Collected data entries:
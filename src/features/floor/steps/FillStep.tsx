import { useState } from 'react';
import { Keypad } from '@/components/Keypad';
import { QuietButton } from '@/components/QuietButton';
import type { StepOf } from '@/domain/plan';
import { besideSI } from '@/domain/second-unit';
import { knownLots } from '../known-lots';
import { LotEntry } from '../LotEntry';
import { RecordAction } from '../RecordAction';
import { StepFrame } from '../StepFrame';
import { isNumber } from '../numbers';
import { useRun } from '../run-context';

/** A fluid goes in: how much was poured, and of which lot. */
export function FillStep({ step }: { step: StepOf<'fill'> }) {
  const { state, workshop } = useRun();
  const fluid = state.plan.fluids[step.fluid];
  const title = fluid?.title ?? step.fluid;
  const unit = fluid?.unit ?? 'L';
  const known = knownLots(state, title);
  const beside = fluid && besideSI(workshop.secondUnits, fluid.quantity, fluid.unit);
  const [quantity, setQuantity] = useState('');
  const [lot, setLot] = useState(known.length === 1 ? (known[0] ?? '') : '');
  const [isAskingLot, setAskingLot] = useState(false);
  return (
    <StepFrame
      step={step}
      side={
        isAskingLot ? null : (
          <Keypad label={`${title}, poured in`} unit={unit} value={quantity} onChange={setQuantity} />
        )
      }
      quiet={
        <QuietButton
          label={isAskingLot ? 'Quantity' : lot === '' ? 'Lot' : `Lot ${lot}`}
          onPress={() => setAskingLot(!isAskingLot)}
        />
      }
      main={
        <RecordAction
          label={isNumber(quantity) ? `Filled ${quantity} ${unit}` : 'Filled'}
          why={isNumber(quantity) ? undefined : 'key in what was poured'}
          drafts={() => [
            {
              kind: 'filled',
              step: step.id,
              data: { quantity, unit, ...(lot === '' ? {} : { lot }) },
            },
          ]}
        />
      }
    >
      {isAskingLot ? (
        <LotEntry part={title} known={known} value={lot} onChange={setLot} />
      ) : (
        fluid && (
          <div className="grid content-start gap-4">
            <div>
              <p className="form-label">by the engine sheet</p>
              <p className="figure text-4xl font-semibold">
                {fluid.quantity} {fluid.unit}
                {beside !== undefined && <span className="text-2xl text-soft">, {beside}</span>}
              </p>
              <p className="text-lg text-soft">{fluid.specification}</p>
            </div>
            <QuietButton
              shape="wide"
              label={`${fluid.quantity} ${fluid.unit}, as the sheet says`}
              onPress={() => setQuantity(fluid.quantity)}
            />
          </div>
        )
      )}
    </StepFrame>
  );
}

EXERCISE:
All of the data, from the first line to the last, should be written out exactly.

YOUR RESPONSE:
filename src/features/floor/steps/FillStep.tsx
import { useState } from 'react';
import { Keypad } from '@/components/Keypad';
import { QuietButton } from '@/components/QuietButton';
import type { StepOf } from '@/domain/plan';
import { besideSI } from '@/domain/second-unit';
import { knownLots } from '../known-lots';
import { LotEntry } from '../LotEntry';
import { RecordAction } from '../RecordAction';
import { StepFrame } from '../StepFrame';
import { isNumber } from '../numbers';
import { useRun } from '../run-context';

/** A fluid goes in: how much was poured, and of which lot. */
export function FillStep({ step }: { step: StepOf<'fill'> }) {
  const { state, workshop } = useRun();
  const fluid = state.plan.fluids[step.fluid];
  const title = fluid?.title ?? step.fluid;
  const unit = fluid?.unit ?? 'L';
  const known = knownLots(state, title);
  const beside = fluid && besideSI(workshop.secondUnits, fluid.quantity, fluid.unit);
  const [quantity, setQuantity] = useState('');
  const [lot, setLot] = useState(known.length === 1 ? (known[0] ?? '') : '');
  const [isAskingLot, setAskingLot] = useState(false);
  return (
    <StepFrame
      step={step}
      side={
        isAskingLot ? null : (
          <Keypad label={`${title}, poured in`} unit={unit} value={quantity} onChange={setQuantity} />
        )
      }
      quiet={
        <QuietButton
          label={isAskingLot ? 'Quantity' : lot === '' ? 'Lot' : `Lot ${lot}`}
          onPress={() => setAskingLot(!isAskingLot)}
        />
      }
      main={
        <RecordAction
          label={isNumber(quantity) ? `Filled ${quantity} ${unit}` : 'Filled'}
          why={isNumber(quantity) ? undefined : 'key in what was poured'}
          drafts={() => [
            {
              kind: 'filled',
              step: step.id,
              data: { quantity, unit, ...(lot === '' ? {} : { lot }) },
            },
          ]}
        />
      }
    >
      {isAskingLot ? (
        <LotEntry part={title} known={known} value={lot} onChange={setLot} />
      ) : (
        fluid && (
          <div className="grid content-start gap-4">
            <div>
              <p className="form-label">by the engine sheet</p>
              <p className="figure text-4xl font-semibold">
                {fluid.quantity} {fluid.unit}
                {beside !== undefined && <span className="text-2xl text-soft">, {beside}</span>}
              </p>
              <p className="text-lg text-soft">{fluid.specification}</p>
            </div>
            <QuietButton
              shape="wide"
              label={`${fluid.quantity} ${fluid.unit}, as the sheet says`}
              onPress={() => setQuantity(fluid.quantity)}
            />
          </div>
        )
      )}
    </StepFrame>
  );
}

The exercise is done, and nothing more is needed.